Data under study -
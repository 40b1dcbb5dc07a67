// Package store keeps gridloupe's data on the gateway's SD card in one bbolt
// file: the aggregated records (3 s, 10 min, 2 h), the record layout they
// were written with, alarm state, and the MQTT outbox. It computes no
// metrics and is the only package that imports go.etcd.io/bbolt.
//
// # File layout
//
// One bucket per aggregation level, named by the interval label ("3s",
// "10min", "2h"). A key is 16 bytes: the record's start as UnixNano
// (big-endian uint64), then a store sequence number (big-endian uint64,
// persisted, never reused), so cursor order is time order and a wall-clock
// step back never overwrites or reorders what is stored. Records before
// 1970 are rejected (their UnixNano would not sort as uint64).
//
// The "meta" bucket holds the record layouts (channel names, kinds and
// phases, orders, wiring, IL), each under a numeric layout id, and the
// persisted loss counters. Every record carries its layout id, so records
// written before a layout change stay decodable. The "alarms" bucket holds
// one AlarmState per alarm name. The outbox has one bucket per message
// class keyed by the 8-byte big-endian message sequence number; Pending
// merges them in sequence order.
//
// # Record encoding (version 2)
//
// A record is: version byte, layout id (uint16), start UnixNano (int64),
// duration in seconds (float64), samples (uvarint), flags (uint16), a
// presence byte, the frequency (float32) and the 10 s frequency when
// present; per channel a flags byte (pct/pct_il undefined), rms, dc, thd,
// thd_h50, tdd, tdd_h50, crest_factor (float32; the stored quantities of
// metrics/quantity in table order, crest_factor since version 3) and per configured order the rms
// (float32) and phase (int16 centi-degrees, −32768 = null); the phase count
// and per phase its letter and P, P1, Q1, S, S1, SN, DI, DV, SH, PF, DPF
// (float32); the totals (9 × float32, then P1⁺ and Q1⁺; version 1 lacks
// these two) when there are phases; the sequence
// components per order (3 × float32) for voltage and current when present;
// the two unbalance values (float32). Undefined magnitudes are float32 NaN.
// pct and pct_il are not stored: decode recomputes them from the rms values
// (pct = 100·rms/h1 rms, pct_il = 100·rms/IL). All numbers are big-endian.
//
// Byte budget: with 8 channels (va, vb, vc, ia, ib, ic, in and one more
// current), all 50 orders, three phases and both sequence sets a record is
// 4,053 bytes with the 10 s frequency (RecordBudget8Ch50 = 4,096 is the asserted ceiling); with the
// 17 orders of a typical 3 s configuration it is 1,677 bytes. Float32
// keeps about 7 significant digits (relative 6e-8); phases are rounded to
// 0.01°.
//
// # Size and wear
//
// The file is opened with NoFreelistSync and the hash-map freelist, so a
// commit writes only the touched pages and the meta page. The file never
// shrinks; retention and the size cap delete old records so that bbolt
// reuses the freed pages and the file stops growing. MaxSizeMB is also
// handed to bbolt as its hard limit, so a write that would grow the file
// past it fails (and is retried once after trimming) instead of growing.
//
// # Damage
//
// Open checks an existing file before bbolt walks it on goroutines of its
// own (where a fault or a failed assertion would end the process): the
// pages are read with ReadAt, each reachable page once, and checked for
// everything bbolt asserts (fsck.go), then bbolt's own check runs. Every
// transaction runs with debug.SetPanicOnFault and a recover. Damage is
// reported as ErrDamaged with the path.
//
// # Concurrency
//
// A DB is safe for concurrent use. Writes are serialised inside the DB (one
// writer at a time, as bbolt requires); reads run in bbolt read
// transactions beside them. bbolt allows one writer process: a second Open
// of the same file, in this process or another, waits for Options.Timeout
// and fails with ErrLocked.
package store
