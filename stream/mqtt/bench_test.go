package mqtt_test

import (
	"testing"

	"github.com/gridloupe/gridloupe/stream/mqtt"
)

func BenchmarkWithSeq(b *testing.B) {
	payload := []byte(`{"interval":"10min","start":"2026-03-01T10:00:00.000000Z","duration_s":600,"freq_hz":50.01,"flags":[]}`)
	b.SetBytes(int64(len(payload)))
	b.ReportAllocs()
	var out []byte
	seq := uint64(1)
	for b.Loop() {
		out = mqtt.WithSeq(payload, seq)
		seq++
	}
	if len(out) <= len(payload) {
		b.Fatalf("no seq inserted: %q", out)
	}
}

Task description - Word for word, repeat the data from its first line through the line with "that imports go.etcd.io/bbolt.", including both of those lines and no others.

Response box -
repository 40b1dcbb5dc07a67
// Package store keeps gridloupe's data on the gateway's SD card in one bbolt
// file: the aggregated records (3 s, 10 min, 2 h), the record layout they
// were written with, alarm state, and the MQTT outbox. It computes no
// metrics and is the only package that imports go.etcd.io/bbolt.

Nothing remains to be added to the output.